> _Dataset entries_
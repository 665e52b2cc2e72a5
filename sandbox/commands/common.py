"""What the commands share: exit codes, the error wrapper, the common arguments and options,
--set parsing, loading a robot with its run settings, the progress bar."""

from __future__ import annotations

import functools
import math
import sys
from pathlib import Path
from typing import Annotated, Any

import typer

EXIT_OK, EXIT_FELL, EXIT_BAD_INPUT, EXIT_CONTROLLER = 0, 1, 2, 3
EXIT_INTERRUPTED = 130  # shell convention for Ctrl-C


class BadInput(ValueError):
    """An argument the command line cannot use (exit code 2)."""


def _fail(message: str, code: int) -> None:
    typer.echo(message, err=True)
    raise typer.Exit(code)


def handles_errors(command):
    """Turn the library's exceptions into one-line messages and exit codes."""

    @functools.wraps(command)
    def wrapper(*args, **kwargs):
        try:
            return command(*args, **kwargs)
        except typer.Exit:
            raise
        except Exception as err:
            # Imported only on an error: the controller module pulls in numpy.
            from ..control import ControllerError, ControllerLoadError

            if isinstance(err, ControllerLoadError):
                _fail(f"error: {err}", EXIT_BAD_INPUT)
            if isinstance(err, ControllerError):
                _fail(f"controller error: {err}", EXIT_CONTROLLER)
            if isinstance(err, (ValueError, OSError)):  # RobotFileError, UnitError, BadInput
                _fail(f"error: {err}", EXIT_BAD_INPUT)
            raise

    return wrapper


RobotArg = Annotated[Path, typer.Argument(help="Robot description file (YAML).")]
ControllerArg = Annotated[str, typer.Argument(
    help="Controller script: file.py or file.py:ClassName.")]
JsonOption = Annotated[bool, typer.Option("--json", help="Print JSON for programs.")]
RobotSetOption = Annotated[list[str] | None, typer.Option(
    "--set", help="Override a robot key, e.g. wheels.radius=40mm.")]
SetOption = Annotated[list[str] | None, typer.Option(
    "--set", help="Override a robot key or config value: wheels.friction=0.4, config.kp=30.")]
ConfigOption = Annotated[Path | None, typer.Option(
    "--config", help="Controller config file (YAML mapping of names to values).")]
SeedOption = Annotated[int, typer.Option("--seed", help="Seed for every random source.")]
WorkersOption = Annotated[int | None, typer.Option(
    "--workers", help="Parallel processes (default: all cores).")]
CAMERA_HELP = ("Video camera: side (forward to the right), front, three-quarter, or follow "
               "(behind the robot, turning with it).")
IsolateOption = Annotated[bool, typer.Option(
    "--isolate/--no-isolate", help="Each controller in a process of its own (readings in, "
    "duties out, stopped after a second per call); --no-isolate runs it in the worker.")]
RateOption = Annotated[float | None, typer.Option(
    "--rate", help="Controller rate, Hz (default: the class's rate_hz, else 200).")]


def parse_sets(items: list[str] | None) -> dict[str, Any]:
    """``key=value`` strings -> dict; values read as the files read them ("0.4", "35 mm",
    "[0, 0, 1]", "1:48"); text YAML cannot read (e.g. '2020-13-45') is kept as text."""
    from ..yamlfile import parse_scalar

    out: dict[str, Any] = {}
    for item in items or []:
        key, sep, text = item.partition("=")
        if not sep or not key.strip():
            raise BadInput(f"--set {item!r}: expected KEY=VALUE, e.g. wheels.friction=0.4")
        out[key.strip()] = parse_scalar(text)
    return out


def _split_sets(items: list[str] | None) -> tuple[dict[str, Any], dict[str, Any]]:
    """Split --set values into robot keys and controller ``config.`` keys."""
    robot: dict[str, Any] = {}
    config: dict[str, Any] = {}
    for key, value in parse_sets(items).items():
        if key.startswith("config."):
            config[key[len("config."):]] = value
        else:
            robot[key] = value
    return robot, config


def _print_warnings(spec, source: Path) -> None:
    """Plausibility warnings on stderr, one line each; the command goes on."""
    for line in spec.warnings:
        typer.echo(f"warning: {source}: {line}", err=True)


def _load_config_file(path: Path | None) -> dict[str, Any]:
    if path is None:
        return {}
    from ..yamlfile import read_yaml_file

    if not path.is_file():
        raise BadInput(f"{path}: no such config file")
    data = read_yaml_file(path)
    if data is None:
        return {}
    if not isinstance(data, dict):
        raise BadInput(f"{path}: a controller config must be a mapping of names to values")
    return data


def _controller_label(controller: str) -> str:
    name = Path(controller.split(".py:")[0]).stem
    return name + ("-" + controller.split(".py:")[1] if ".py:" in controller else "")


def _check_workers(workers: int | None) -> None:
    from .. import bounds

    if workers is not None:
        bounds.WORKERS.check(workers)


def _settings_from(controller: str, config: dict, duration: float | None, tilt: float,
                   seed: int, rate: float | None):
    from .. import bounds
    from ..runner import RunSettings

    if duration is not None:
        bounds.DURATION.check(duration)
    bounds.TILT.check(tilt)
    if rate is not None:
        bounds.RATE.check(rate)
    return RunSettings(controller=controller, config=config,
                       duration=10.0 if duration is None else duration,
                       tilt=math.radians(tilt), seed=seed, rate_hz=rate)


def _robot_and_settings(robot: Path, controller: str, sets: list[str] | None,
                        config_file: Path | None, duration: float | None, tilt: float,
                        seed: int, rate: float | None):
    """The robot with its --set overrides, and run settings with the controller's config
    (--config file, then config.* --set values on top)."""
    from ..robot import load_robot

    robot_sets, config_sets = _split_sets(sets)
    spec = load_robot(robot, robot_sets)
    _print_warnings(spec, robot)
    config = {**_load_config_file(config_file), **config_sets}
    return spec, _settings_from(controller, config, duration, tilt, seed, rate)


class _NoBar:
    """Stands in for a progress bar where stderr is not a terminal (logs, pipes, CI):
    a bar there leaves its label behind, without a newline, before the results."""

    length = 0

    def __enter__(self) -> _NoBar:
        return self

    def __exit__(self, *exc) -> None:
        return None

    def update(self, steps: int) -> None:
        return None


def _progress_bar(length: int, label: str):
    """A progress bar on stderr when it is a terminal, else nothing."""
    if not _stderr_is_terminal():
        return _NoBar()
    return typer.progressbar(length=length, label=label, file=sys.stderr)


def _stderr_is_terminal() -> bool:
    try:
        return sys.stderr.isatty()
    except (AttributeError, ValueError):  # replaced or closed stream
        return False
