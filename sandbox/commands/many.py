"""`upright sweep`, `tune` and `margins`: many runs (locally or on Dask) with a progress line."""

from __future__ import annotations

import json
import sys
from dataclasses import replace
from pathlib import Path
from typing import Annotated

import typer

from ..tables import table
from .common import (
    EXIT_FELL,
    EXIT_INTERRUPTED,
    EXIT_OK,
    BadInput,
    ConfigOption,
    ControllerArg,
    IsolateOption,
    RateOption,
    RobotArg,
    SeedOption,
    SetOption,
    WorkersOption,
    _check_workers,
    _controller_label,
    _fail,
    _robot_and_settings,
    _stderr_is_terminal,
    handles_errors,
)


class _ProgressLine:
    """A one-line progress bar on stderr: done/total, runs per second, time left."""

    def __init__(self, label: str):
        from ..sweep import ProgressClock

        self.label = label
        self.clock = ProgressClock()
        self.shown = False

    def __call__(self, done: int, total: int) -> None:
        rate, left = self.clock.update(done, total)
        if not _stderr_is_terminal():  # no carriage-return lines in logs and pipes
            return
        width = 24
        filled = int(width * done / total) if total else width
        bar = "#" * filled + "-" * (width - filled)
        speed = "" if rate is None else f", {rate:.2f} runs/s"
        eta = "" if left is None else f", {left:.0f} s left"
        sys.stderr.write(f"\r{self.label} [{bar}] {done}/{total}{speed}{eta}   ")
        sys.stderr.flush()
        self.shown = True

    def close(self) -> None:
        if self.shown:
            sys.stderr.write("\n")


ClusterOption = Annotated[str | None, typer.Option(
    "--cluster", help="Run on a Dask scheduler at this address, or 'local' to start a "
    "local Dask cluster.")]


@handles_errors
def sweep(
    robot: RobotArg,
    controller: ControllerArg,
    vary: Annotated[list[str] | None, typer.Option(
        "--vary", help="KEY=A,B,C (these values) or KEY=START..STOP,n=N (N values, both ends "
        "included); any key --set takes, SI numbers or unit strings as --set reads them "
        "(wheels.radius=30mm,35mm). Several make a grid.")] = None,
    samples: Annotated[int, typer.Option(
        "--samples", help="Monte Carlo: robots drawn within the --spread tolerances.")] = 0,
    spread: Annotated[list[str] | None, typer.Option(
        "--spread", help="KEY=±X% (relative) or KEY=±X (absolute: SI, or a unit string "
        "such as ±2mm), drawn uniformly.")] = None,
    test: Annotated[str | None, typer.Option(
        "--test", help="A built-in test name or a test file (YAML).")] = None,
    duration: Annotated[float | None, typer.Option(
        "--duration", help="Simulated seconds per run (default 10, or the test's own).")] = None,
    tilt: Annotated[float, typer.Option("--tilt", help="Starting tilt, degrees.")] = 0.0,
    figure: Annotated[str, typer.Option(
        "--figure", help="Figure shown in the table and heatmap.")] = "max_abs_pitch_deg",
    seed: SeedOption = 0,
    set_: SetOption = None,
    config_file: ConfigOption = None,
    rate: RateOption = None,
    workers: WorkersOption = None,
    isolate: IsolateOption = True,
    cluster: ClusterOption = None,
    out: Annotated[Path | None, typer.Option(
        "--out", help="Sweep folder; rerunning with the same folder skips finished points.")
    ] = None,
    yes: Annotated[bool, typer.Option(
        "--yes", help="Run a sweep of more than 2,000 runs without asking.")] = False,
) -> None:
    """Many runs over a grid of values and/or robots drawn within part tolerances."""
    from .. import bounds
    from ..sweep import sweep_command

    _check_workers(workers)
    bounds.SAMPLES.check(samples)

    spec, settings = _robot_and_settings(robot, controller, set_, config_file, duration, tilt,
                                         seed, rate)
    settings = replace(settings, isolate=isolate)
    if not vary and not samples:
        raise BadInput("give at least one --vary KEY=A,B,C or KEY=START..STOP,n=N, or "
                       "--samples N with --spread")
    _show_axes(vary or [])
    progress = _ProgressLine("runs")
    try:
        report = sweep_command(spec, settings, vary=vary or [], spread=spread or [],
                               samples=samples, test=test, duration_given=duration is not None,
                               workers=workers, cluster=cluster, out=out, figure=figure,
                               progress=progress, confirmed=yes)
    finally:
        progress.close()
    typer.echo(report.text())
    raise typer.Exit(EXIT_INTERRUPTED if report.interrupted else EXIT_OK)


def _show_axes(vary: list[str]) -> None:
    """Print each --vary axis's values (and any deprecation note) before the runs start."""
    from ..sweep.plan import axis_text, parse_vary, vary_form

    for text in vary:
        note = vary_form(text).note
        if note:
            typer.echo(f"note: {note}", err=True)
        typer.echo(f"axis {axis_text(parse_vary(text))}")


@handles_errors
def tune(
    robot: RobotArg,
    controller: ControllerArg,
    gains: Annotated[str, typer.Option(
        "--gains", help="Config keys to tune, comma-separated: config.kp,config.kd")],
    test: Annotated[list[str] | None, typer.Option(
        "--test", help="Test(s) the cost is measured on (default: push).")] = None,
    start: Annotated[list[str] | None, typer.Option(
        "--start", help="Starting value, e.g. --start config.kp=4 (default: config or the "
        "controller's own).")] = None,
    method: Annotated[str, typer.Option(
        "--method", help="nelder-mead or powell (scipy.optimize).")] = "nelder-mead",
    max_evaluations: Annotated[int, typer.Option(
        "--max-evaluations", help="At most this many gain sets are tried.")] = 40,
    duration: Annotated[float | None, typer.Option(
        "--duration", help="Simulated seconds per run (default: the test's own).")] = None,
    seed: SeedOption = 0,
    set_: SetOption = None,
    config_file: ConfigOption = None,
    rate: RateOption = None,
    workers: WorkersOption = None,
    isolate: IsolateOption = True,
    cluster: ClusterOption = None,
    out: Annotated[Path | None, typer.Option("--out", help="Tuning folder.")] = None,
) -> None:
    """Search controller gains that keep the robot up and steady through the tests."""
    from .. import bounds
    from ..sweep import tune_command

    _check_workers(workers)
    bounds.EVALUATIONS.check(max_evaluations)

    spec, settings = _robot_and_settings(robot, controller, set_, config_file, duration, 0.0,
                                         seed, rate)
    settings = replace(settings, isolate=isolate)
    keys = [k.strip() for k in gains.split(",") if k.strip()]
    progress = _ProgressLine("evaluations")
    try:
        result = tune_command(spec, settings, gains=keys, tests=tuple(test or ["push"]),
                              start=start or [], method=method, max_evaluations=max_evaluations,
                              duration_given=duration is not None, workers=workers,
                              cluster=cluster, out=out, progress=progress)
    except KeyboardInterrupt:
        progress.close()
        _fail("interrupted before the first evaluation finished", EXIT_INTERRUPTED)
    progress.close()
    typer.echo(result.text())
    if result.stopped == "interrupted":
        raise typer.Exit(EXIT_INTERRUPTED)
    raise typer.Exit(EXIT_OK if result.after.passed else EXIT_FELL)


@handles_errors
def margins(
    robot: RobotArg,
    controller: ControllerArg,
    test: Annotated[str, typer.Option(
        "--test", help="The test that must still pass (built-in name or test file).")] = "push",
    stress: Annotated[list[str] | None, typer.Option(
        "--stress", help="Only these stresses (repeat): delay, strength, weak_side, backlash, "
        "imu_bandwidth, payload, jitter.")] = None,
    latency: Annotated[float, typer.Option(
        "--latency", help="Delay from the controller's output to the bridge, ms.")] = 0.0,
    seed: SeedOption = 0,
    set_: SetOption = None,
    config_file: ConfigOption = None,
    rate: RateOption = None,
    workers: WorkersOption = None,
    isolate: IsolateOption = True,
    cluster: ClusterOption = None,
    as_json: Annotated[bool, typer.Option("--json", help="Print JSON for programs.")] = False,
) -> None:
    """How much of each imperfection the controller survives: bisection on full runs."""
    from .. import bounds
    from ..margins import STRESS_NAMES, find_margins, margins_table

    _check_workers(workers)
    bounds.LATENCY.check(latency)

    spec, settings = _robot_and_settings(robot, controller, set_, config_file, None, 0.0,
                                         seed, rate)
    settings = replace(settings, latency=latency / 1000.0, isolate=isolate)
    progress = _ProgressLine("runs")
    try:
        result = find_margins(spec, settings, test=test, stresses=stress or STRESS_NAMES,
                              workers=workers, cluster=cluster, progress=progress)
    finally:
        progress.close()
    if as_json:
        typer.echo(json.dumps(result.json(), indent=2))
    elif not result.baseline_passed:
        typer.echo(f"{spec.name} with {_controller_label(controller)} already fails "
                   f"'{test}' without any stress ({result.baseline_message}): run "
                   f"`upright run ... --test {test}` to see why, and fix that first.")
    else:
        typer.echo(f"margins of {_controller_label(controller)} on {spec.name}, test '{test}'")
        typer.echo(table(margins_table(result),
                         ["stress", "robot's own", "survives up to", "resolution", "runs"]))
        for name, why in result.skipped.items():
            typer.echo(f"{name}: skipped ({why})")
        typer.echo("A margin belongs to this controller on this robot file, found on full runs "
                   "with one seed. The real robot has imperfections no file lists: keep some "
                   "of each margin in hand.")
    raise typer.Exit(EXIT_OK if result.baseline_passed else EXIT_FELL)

> _Description of the task_
Please find, in the entries above, every line where "wrapper" occurs, and copy it.

> _Solution below_
"""What the commands share: exit codes, the error wrapper, the common arguments and options,
    def wrapper(*args, **kwargs):
    return wrapper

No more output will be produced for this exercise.